-- What the task asks --
Count every line of the data that includes "switchings". State only the number.

Stored data entries
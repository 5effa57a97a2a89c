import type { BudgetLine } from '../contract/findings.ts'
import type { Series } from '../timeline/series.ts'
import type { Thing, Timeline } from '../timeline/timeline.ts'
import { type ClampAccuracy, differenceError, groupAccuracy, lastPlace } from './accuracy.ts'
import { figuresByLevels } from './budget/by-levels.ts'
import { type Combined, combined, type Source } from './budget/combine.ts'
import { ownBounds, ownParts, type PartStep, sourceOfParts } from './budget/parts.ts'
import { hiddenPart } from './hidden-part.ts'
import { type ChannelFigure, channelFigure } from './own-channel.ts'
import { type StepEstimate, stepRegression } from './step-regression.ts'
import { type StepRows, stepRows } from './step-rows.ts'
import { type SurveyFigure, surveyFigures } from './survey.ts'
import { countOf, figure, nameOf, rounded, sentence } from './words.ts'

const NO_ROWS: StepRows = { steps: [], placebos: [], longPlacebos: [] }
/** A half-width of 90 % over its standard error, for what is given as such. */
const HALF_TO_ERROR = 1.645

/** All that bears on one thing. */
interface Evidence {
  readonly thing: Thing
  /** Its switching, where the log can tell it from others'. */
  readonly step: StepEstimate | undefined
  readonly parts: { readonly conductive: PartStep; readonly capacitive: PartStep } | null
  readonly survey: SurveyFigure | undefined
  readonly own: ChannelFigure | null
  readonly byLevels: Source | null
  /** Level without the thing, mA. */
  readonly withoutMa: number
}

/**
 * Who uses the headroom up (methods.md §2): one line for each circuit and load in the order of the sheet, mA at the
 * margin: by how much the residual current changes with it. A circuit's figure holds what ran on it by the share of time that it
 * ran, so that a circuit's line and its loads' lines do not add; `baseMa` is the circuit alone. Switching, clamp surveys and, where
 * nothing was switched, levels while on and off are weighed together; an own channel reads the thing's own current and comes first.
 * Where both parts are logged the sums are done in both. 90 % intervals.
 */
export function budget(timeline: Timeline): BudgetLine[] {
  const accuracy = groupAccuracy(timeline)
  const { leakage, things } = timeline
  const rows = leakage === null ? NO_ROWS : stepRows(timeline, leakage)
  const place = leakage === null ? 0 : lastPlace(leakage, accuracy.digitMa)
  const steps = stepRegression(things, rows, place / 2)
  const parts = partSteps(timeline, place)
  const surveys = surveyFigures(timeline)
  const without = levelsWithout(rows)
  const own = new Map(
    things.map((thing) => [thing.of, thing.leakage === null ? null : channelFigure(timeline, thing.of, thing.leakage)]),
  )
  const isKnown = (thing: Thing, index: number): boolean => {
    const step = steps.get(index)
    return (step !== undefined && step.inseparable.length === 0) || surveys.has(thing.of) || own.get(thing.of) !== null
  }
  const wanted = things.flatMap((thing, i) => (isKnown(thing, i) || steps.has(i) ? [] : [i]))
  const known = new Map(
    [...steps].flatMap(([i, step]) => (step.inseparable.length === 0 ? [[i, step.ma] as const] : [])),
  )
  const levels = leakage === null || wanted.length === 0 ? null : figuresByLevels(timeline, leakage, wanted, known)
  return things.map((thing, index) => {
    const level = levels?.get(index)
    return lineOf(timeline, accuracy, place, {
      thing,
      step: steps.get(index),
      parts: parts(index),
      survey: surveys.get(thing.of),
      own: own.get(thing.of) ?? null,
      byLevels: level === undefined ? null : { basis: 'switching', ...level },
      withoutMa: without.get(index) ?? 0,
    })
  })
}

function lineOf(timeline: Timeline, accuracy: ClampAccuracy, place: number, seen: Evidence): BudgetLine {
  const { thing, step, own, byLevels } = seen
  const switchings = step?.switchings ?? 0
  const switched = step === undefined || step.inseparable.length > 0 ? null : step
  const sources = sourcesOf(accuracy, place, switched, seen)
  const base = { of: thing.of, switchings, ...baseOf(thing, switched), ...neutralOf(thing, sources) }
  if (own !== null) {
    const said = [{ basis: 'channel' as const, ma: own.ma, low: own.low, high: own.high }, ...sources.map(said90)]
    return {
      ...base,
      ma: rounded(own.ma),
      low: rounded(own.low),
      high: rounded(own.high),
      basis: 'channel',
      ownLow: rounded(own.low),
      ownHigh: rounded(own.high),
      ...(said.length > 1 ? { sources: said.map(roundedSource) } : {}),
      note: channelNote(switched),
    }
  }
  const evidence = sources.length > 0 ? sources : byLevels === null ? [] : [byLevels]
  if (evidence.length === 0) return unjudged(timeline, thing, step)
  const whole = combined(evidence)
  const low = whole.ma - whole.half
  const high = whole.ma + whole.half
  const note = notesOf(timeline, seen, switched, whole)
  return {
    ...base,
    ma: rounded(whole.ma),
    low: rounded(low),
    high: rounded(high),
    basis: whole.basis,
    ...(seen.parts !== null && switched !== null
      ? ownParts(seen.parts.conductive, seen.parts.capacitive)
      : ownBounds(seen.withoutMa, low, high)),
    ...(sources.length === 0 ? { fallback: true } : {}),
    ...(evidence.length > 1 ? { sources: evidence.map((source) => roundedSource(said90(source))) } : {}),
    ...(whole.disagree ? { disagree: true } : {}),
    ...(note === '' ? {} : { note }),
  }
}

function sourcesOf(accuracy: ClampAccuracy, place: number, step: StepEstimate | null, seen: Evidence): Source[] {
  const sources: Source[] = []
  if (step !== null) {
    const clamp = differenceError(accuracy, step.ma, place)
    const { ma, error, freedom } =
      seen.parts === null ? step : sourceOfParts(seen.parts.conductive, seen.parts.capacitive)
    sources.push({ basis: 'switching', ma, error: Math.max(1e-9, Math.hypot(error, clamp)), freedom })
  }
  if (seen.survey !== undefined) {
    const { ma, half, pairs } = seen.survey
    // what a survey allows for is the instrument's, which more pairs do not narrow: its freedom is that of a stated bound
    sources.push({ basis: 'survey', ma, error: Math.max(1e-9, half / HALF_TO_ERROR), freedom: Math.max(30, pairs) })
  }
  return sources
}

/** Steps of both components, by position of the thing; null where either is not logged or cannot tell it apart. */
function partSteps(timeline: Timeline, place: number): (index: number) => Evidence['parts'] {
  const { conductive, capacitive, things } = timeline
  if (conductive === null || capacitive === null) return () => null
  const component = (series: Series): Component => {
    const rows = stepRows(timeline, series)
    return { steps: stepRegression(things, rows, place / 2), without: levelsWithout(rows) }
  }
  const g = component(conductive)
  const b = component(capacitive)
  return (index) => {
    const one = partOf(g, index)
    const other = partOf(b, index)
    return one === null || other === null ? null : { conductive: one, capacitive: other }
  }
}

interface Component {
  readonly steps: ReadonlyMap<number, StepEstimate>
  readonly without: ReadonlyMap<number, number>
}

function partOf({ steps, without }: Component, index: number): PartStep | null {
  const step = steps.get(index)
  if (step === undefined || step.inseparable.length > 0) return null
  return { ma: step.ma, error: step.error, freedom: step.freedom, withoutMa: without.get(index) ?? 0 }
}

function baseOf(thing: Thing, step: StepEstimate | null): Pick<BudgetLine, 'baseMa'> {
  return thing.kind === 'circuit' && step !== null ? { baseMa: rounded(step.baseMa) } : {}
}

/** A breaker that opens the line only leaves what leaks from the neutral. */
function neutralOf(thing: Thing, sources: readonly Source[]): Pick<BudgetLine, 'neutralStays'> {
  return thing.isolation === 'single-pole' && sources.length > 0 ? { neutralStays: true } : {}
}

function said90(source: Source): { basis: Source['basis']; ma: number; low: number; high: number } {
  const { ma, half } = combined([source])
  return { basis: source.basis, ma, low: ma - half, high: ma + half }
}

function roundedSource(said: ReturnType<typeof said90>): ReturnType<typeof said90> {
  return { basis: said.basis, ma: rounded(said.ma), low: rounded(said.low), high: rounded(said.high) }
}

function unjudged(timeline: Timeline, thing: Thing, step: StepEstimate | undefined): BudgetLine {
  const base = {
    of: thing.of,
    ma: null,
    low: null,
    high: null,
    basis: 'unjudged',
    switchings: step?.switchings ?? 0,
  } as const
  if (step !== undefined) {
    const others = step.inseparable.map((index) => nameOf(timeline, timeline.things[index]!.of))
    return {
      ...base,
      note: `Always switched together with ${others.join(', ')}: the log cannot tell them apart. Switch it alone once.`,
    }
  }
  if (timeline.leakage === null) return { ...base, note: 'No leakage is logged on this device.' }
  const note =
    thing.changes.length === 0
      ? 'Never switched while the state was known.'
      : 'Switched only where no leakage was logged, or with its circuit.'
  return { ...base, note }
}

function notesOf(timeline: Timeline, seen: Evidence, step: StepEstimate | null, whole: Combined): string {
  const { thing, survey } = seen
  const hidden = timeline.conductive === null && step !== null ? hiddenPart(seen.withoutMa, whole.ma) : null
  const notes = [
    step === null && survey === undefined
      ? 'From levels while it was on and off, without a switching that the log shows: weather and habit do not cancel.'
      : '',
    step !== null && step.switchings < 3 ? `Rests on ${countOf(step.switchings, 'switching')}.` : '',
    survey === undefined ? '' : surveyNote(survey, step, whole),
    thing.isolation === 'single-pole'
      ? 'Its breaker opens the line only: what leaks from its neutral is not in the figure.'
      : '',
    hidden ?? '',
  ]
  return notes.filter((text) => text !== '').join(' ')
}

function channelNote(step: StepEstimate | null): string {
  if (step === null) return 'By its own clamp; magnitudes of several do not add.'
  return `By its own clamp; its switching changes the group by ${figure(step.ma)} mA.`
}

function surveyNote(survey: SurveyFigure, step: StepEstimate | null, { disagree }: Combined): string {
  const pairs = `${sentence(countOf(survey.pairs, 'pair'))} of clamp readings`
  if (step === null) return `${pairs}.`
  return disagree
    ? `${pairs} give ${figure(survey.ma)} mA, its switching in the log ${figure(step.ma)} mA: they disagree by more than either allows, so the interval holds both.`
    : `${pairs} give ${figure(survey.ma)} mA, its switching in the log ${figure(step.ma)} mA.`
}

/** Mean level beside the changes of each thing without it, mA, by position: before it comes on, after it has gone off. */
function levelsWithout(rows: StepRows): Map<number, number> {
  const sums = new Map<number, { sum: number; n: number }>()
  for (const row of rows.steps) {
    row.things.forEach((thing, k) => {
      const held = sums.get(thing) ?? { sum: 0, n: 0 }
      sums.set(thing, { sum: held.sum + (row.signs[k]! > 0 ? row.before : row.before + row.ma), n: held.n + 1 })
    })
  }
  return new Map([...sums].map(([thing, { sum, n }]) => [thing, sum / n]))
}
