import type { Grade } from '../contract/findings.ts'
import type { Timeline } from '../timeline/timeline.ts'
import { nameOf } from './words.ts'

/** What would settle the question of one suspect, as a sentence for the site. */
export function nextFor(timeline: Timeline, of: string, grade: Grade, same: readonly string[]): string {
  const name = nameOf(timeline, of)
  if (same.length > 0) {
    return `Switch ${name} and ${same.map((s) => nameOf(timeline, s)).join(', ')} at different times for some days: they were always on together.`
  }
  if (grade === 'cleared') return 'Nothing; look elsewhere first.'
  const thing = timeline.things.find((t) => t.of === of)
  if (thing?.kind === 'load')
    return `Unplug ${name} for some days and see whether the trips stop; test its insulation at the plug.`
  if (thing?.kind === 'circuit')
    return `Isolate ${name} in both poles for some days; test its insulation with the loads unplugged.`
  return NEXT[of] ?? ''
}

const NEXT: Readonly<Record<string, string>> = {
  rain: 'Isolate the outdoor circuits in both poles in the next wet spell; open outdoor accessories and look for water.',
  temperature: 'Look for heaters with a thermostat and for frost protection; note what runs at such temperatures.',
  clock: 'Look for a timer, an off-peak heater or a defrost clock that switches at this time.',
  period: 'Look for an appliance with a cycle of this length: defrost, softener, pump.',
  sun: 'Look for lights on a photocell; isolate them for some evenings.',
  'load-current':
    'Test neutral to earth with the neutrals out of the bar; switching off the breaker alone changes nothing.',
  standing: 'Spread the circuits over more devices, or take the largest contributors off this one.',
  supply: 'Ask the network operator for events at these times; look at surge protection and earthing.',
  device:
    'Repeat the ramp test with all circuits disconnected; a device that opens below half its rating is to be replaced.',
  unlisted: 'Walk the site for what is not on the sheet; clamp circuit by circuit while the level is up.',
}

-- Finished task --
4